A man driven mad by a 'dream', and a woman who simply wanted to protect that dream by his side. Dorio, the pillar who lived only to keep her loved one grounded. We explore the truth of her pure devotion and the 'love and tragedy' that perished in the unforgiving city.

Night City, where the venomous glow of neon lights pierces the heavens and skyscrapers form an artificial starry sky. This city is a colossal apparatus of violence that grinds down the flesh and blood of those who step into it with dreams, driven by their despair as its energy source. In Cyberpunk: Edgerunners, many youths are possessed by the illusion that “they alone are special,” attempting to fly closer to the sun on steel wings named Chrome (Cyberware), only to crash down tragically. Amidst this endless succession of tragedies, there is one woman who never desired to be “special,” but instead continued to shed tears of blood simply to hold on to the one she loved. That woman is Dorio Gunnarsdóttir—Maine’s right hand, his lover, and the spiritual pillar (the backbone) of the Edgerunner crew.

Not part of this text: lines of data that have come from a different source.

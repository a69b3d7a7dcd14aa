"""How the cycle analyses read numbers: text, single ones or arrays, all faults together."""

from __future__ import annotations

from collections.abc import Sequence
from typing import Any

import numpy as np
from numpy.typing import NDArray

from hystkit.base.errors import Fault
from hystkit.circuit.arrays import read_array
from hystkit.circuit.reading import wrong_kind

Array = NDArray[np.float64]
Numbers = float | Array
Given = float | int | str | Sequence[Any] | NDArray[Any]

_SIGNS = {"> 0": np.greater, ">= 0": np.greater_equal}


def read_numbers(
    faults: list[Fault], name: str, given: Any, unit: str = "", rule: str = ""
) -> Numbers:
    """Read a number or an array of numbers; what cannot be read becomes one more fault.

    Parameters
    ----------
    faults : list of Fault
        Where a fault is added.
    name : str
        What the numbers are.
    given : float, str or array_like
        A number, text such as ``"30 s"``, or an array of either.
    unit : str, optional
        The unit expected.
    rule : str, optional
        ``"> 0"`` or ``">= 0"``; any finite number is taken without one, and with ``"or NaN"`` also
        what stands for no number in an array.

    Returns
    -------
    float or ndarray
        Read-only where it is an array; NaN where nothing could be read.
    """
    known = len(faults)
    array = read_array(faults, name, given, unit, finite=False)
    if len(faults) > known:
        return float("nan")
    if not array.size:
        faults.append(wrong_kind(name, given, "a number or an array of numbers", "one at least"))
        return float("nan")
    allowed = np.isfinite(array)
    if rule in _SIGNS:
        allowed &= _SIGNS[rule](array, 0)
    elif rule:
        allowed |= np.isnan(array)
    if not allowed.all():
        faults.append(
            Fault(
                f"{name} is outside its range.",
                asked=f"{name} = {array[~allowed][0]:g}",
                rule=f"finite, {name} {rule}" if rule in _SIGNS else "finite",
                remedy=f"a finite number {rule if rule in _SIGNS else ''}".rstrip(),
            )
        )
    array.setflags(write=False)
    return array if array.ndim else float(array)


def read_dead_time(faults: list[Fault], given: Any) -> tuple[Numbers, Numbers]:
    """Read a dead time, or a pair of them for switching on and off.

    Parameters
    ----------
    faults : list of Fault
        Where faults are added.
    given : float, str, array_like, or tuple of two of these
        As given; only a tuple is a pair.

    Returns
    -------
    on, off : float or ndarray
        Both dead times [s].
    """
    if not isinstance(given, tuple):
        one = read_numbers(faults, "dead_time", given, "s", ">= 0")
        return one, one
    if len(given) != 2:
        wanted = "one number or a pair (on, off)"
        faults.append(wrong_kind("dead_time", given, wanted, "dead_time=30, or (30, 10)"))
        return float("nan"), float("nan")
    on, off = (
        read_numbers(faults, f"dead_time on switching {state}", one, "s", ">= 0")
        for one, state in zip(given, ("on", "off"), strict=True)
    )
    return on, off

In this article, the fifth installment of a 14-part series of reports, we will unravel the entirety of this unique character. By integrating her grueling past left untold in the anime, the metaphors presented by Studio TRIGGER’s distinctive visual direction, the profound sorrow hinted at by the insert songs, and the theories from the community, we will thoroughly examine from a literary and philosophical perspective how the consumptive structure of Night City incinerates even the “purest devotion.”

1. The Wreckage of the Past: From the Glory of an Athlete to the Fall of a Street Beast

To deeply understand the behavioral principles of Dorio, it is necessary to unravel her roots hidden behind the main story of the anime. Her past, revealed in the tabletop RPG Cyberpunk: Edgerunners Mission Kit, serves as a text that vividly demonstrates how the extreme disparity of Night City’s “High tech, low life” society usurps human dignity and dreams.

Born in Iceland, Dorio came from a family of purebred athletes. From a young age, she devoted herself to rigorous training, destined to live in the “fair world of sports with clear rules.” Eventually, her family participated in a track and field competition (the West Coast Grand Prix Circuit) held in Night City. Her father achieved a magnificent victory, but it was here that Night City’s ruthless capitalism bared its fangs. The prize money earned from a legitimate sports victory was far too meager, and to support his family, her father was forced to throw himself into the underground fighting arena—an illegal combat business hosted by the Animals, a gang that glorifies physical enhancement, where higher payouts could be obtained.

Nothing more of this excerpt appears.